Post: When you want to see the internal code of Python builtins (feat. subclasses)
While looking into an open-source project as I had some exploring to do, I discovered for the first time that classes inheriting from object have a reserved method called subclasses. Let’s search for the code as a form of self-reflection… Although I can imagine how it might be implemented, I decided to post for those who may not know how to view the code of built-in objects.
With commonly used PyCharm, if you try to jump to the definition of builtin, it will possibly show something like this:
def __subclasses__(self, *args, **kwargs): # real signature unknown
""" Return a list of immediate subclasses. """
pass
That’s it!… But of course, this can’t be the real source code. If you check the path of the opened source code, you would realize it includes python_stubs, which is fake, containing only the signature for the purpose of autocompletion (this is my guess).
To actually see the built-ins, you need to check the source code of the Python interpreter you are using. Most likely, it is CPython, which can be obtained from the official website.
You don’t need to read everything. If you only search for the necessary parts…
(/Objects/typeobject.c.h)
...
return type_mro_impl(self);
}
PyDoc_STRVAR(type___subclasses____doc__,
"__subclasses__($self, /)\\n"
"--\\n"
#define TYPE___SUBCLASSES___METHODDEF \\
{"__subclasses__", (PyCFunction)type___subclasses__, METH_NOARGS, type___subclasses____doc__},
static PyObject *
...
You can find where it is easily. Since what I found is a header, and not the body I was curious about. Upon reading the source file along with the found header…
(/Objects/typeobject.c)
...
#define TYPE___SUBCLASSES___METHODDEF \\
{"__subclasses__", (PyCFunction)type___subclasses__, METH_NOARGS, type___subclasses____doc__},
static PyObject *
type___subclasses___impl(PyTypeObject *self);
static PyObject *
type___subclasses__(PyTypeObject *self, PyObject *Py_UNUSED(ignored))
{
return type___subclasses___impl(self);
}
There are two method signatures: one for creating the PyMethodDef
struct using macros and the other for the function. Perhaps, defining it separately with impl is because the call stack process, which goes from PyObject_CallMethod
-> callmethod
-> _PyObject_CallFunctionVa
, calls with self in vargs to use only self…? I’m not exactly sure.
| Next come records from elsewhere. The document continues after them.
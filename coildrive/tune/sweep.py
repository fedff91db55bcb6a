"""Hold tuning, offline: the least-power hold setting that stays seated at every corner.

:func:`tune` sweeps every whole-Hz PWM frequency the board's timer makes exactly inside
a range (``clock / (prescaler x period)`` a whole number of Hz, each with the prescaler
and period that give it the finest duty steps) and hold-current levels from the minimum
the mechanics need upward. For every (frequency, level) it finds the smallest compare
value that holds the level at every corner with the self-heating it causes -- the same
definition as :func:`coildrive.design.design` -- and evaluates that setting at every
corner from the exact PWM steady state: settled coil temperature, mean current range,
ripple and the power of every element the hold current flows through
(:func:`coildrive.model.losses.hold_losses`). Constraints (hold, ripple, duty
resolution, coil temperature, a compare below the period) decide feasibility.

The objective is all the hold power drawn from the supply, at the worst corner: coil +
sense resistor + switch (conduction and switching) + every freewheel element (diode,
Zener, resistor, clamp, or the diode and bypass switch of split decay). Feasible
settings within ``tie_band`` (1 %) of the least objective are ranked by switching loss,
then by closeness to the drive file's ``hold.frequency``; the rest follow by objective.
The duty at each corner is one array (:func:`corner_duties`): one duty for all corners
under a fixed-duty hold.

The sweep knows nothing of files or the CLI (the live bench tuning will reuse
:class:`TuneOptions`, :func:`minimum_hold_current` and :func:`evaluate_settings`).
Everything is vectorised over (setting x corner) in chunks that fit the CPU caches.
See docs/tuning.md for the method and its decisions.

Units: SI (A, V, ohm, H, s, Hz, W), temperatures in degC.
"""

from __future__ import annotations

import dataclasses
import math
import time
from dataclasses import dataclass, field

import numpy as np

from ..config import Drive, Hold, Timer
from ..design.corners import CornerGrid, corner_grid
from ..design.hold_voltage import hold_figures
from ..design.thermal_cycle import cycle_states, cycling
from ..design.timer import MIN_PERIOD_TICKS, TimerSetting, solve_timer
from ..errors import InputError
from ..jsondoc import json_ready
from ..model.circuit import COPPER_ALPHA, loop
from ..model.losses import HoldLosses, hold_losses
from ..model.pwm import coil_heat, duty_for_mean, pwm_steady_state
from ..model.thermal import CEILING_C, closed_form_temperature, coil_r20
from ..model.thermal_cycle import closed_form_cycle_temperature

#: Lower end of the sweep by default: the upper limit of hearing (common practice).
DEFAULT_MIN_FREQUENCY = 20_000.0
#: Upper end when neither the option nor the board's ``timer.max_pwm_frequency`` sets
#: one (our choice, not a standard: switching and core losses grow with frequency).
DEFAULT_MAX_FREQUENCY = 100_000.0
#: Fewest compare steps per period by default (common practice, as in the design check).
DEFAULT_MIN_DUTY_STEPS = 64
#: Default ripple limit as a fraction of the target hold current (our choice).
DEFAULT_RIPPLE_FRACTION = 0.2
#: Settings within this fraction of the least objective count as equal in power and
#: are ranked by switching loss, then closeness to ``hold.frequency`` (our choice: a
#: difference that small is not worth a louder switch or leaving the file's frequency).
DEFAULT_TIE_BAND = 0.01
#: Largest sweep accepted (settings x corners), to keep memory and time bounded.
MAX_POINTS = 20_000_000
#: Elements per vectorised chunk (fits the caches; far faster than one huge array).
CHUNK = 12_288
#: Convergence of the self-heating fixed point, K (tighter than model/thermal.py's
#: 1e-4 K, so the sweep agrees with :func:`coildrive.design.evaluate.evaluate` to that tolerance).
TEMP_TOL = 1e-5

CONSTRAINTS = ("hold", "duty_range", "ripple", "duty_steps", "coil_temp")
#: The best settings of the fast sweep that are evaluated again exactly as the design
#: evaluates them (at least ``--top``), and lead the ranking.
EXACT_SETTINGS = 24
Anyhow, if you look into the body of type___subclasses___impl
, it’s shown as follows:
/*[clinic input]
type.__subclasses__
Return a list of immediate subclasses.
[clinic start generated code]*/
static PyObject *
type___subclasses___impl(PyTypeObject *self)
/*[clinic end generated code: output=eb5eb54485942819 input=5af66132436f9a7b]*/
{
PyObject *list, *raw, *ref;
Py_ssize_t i;
list = PyList_New(0);
if (list == NULL)
return NULL;
raw = self->tp_subclasses;
if (raw == NULL)
return list;
assert(PyDict_CheckExact(raw));
i = 0;
while (PyDict_Next(raw, &i, NULL, &ref)) {
assert(PyWeakref_CheckRef(ref));
ref = PyWeakref_GET_OBJECT(ref);
if (ref != Py_None) {
if (PyList_Append(list, ref) < 0) {
Py_DECREF(list);
return NULL;
}
}
}
return list;
}
The tags at the top are directives from Python’s C code preprocessor, Argument clinic, which is used for generating docstrings to handle boilerplate…
Anyway, the body essentially makes a list from the values of the object, which appears to be a dictionary, called tp_subclasses
of self.
Further in the same typeobject.c
, you can see that when a subclass is created, it adds to a dictionary in the base class object as follows:
static int
add_subclass(PyTypeObject *base, PyTypeObject *type)
{
int result = -1;
PyObject *dict, *key, *newobj;
dict = base->tp_subclasses;
if (dict == NULL) {
base->tp_subclasses = dict = PyDict_New();
if (dict == NULL)
return -1;
}
assert(PyDict_CheckExact(dict));
key = PyLong_FromVoidPtr((void *) type);
if (key == NULL)
return -1;
newobj = PyWeakref_NewRef((PyObject *)type, NULL);
if (newobj != NULL) {
result = PyDict_SetItem(dict, key, newobj);
Py_DECREF(newobj);
}
Py_DECREF(key);
return result;
}
From this, it’s clear that when subclassing, it adds to a dictionary created in the base class object.